* PROBLEM *
In the listing below, which lines contain the string "double"? Copy them all.

* DATA TO PROCESS *
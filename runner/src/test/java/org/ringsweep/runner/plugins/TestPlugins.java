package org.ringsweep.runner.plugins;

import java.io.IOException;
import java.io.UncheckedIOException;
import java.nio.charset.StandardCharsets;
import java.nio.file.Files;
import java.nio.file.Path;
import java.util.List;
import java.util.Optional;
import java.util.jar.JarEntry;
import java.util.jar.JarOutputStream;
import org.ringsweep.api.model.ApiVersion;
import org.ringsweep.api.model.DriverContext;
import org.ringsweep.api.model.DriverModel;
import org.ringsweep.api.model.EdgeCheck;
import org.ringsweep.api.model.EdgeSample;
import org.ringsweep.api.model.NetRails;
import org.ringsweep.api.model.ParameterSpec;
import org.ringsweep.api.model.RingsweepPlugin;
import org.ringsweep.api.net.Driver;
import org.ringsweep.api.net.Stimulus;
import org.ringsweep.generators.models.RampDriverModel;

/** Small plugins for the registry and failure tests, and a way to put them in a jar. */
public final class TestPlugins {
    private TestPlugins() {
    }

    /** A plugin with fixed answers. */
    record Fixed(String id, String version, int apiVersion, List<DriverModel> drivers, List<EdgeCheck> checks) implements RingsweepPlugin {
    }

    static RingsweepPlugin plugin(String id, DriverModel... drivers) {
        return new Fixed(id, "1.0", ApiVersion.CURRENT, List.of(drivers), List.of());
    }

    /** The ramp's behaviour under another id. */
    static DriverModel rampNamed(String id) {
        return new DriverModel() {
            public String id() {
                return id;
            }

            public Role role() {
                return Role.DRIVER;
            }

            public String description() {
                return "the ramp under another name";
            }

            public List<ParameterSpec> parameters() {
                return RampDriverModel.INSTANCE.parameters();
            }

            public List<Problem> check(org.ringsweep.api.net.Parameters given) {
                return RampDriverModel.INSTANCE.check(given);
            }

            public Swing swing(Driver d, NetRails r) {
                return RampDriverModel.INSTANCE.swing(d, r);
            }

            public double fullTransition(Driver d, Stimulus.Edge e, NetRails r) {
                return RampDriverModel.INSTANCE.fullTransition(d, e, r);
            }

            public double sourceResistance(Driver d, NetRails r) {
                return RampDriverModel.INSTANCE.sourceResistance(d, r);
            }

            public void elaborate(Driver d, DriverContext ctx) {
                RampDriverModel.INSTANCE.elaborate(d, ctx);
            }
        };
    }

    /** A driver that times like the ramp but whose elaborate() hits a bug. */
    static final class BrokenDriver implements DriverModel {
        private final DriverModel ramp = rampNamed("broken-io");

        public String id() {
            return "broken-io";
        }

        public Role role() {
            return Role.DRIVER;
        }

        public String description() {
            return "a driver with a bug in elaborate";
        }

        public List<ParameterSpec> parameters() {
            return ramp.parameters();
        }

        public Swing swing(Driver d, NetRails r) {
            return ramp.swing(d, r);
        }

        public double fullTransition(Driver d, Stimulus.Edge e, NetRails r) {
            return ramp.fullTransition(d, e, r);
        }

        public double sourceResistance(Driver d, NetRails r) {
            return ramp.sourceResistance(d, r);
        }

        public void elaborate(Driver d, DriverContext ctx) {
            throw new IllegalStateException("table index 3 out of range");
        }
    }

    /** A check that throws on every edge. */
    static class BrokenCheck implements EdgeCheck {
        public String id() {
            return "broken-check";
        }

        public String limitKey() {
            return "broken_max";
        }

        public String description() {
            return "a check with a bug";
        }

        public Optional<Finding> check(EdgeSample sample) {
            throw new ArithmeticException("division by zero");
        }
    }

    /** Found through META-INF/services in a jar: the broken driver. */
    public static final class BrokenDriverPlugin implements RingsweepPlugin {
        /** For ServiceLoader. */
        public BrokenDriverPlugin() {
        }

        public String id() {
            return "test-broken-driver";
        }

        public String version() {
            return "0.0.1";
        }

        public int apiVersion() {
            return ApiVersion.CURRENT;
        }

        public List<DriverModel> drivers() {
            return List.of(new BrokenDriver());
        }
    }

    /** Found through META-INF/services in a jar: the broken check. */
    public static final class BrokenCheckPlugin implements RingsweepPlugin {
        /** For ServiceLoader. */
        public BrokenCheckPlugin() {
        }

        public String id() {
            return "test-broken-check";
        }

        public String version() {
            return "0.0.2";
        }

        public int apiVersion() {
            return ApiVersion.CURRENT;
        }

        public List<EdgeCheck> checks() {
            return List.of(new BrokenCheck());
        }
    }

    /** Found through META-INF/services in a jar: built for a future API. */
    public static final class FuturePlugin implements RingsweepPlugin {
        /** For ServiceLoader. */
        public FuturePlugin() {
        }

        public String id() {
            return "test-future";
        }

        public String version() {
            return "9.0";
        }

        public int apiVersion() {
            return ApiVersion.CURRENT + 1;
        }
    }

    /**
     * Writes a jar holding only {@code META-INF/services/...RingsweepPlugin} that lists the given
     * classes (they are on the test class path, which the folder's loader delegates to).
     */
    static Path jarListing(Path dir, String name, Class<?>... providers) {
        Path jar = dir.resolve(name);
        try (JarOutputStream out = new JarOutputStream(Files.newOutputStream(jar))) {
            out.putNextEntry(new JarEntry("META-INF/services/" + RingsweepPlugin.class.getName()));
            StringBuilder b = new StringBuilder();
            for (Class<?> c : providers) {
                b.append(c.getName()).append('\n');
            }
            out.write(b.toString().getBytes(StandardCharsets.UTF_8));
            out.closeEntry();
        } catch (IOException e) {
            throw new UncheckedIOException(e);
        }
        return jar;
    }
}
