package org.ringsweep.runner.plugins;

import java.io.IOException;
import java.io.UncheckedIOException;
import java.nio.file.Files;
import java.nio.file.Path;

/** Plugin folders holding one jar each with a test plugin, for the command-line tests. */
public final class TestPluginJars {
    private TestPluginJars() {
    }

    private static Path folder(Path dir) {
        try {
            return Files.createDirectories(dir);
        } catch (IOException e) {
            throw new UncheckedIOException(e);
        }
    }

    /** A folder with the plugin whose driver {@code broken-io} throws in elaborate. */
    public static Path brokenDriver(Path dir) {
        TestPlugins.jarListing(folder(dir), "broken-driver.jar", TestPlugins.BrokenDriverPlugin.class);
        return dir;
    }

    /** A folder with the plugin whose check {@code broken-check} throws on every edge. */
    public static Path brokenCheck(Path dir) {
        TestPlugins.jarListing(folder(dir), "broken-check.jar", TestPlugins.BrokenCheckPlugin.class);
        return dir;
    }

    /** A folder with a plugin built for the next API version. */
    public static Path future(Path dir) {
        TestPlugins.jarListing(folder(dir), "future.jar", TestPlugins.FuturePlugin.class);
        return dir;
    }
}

* RESULT OF THE TASK *
            public double fullTransition(Driver d, Stimulus.Edge e, NetRails r) {
            public double sourceResistance(Driver d, NetRails r) {
        public double fullTransition(Driver d, Stimulus.Edge e, NetRails r) {
        public double sourceResistance(Driver d, NetRails r) {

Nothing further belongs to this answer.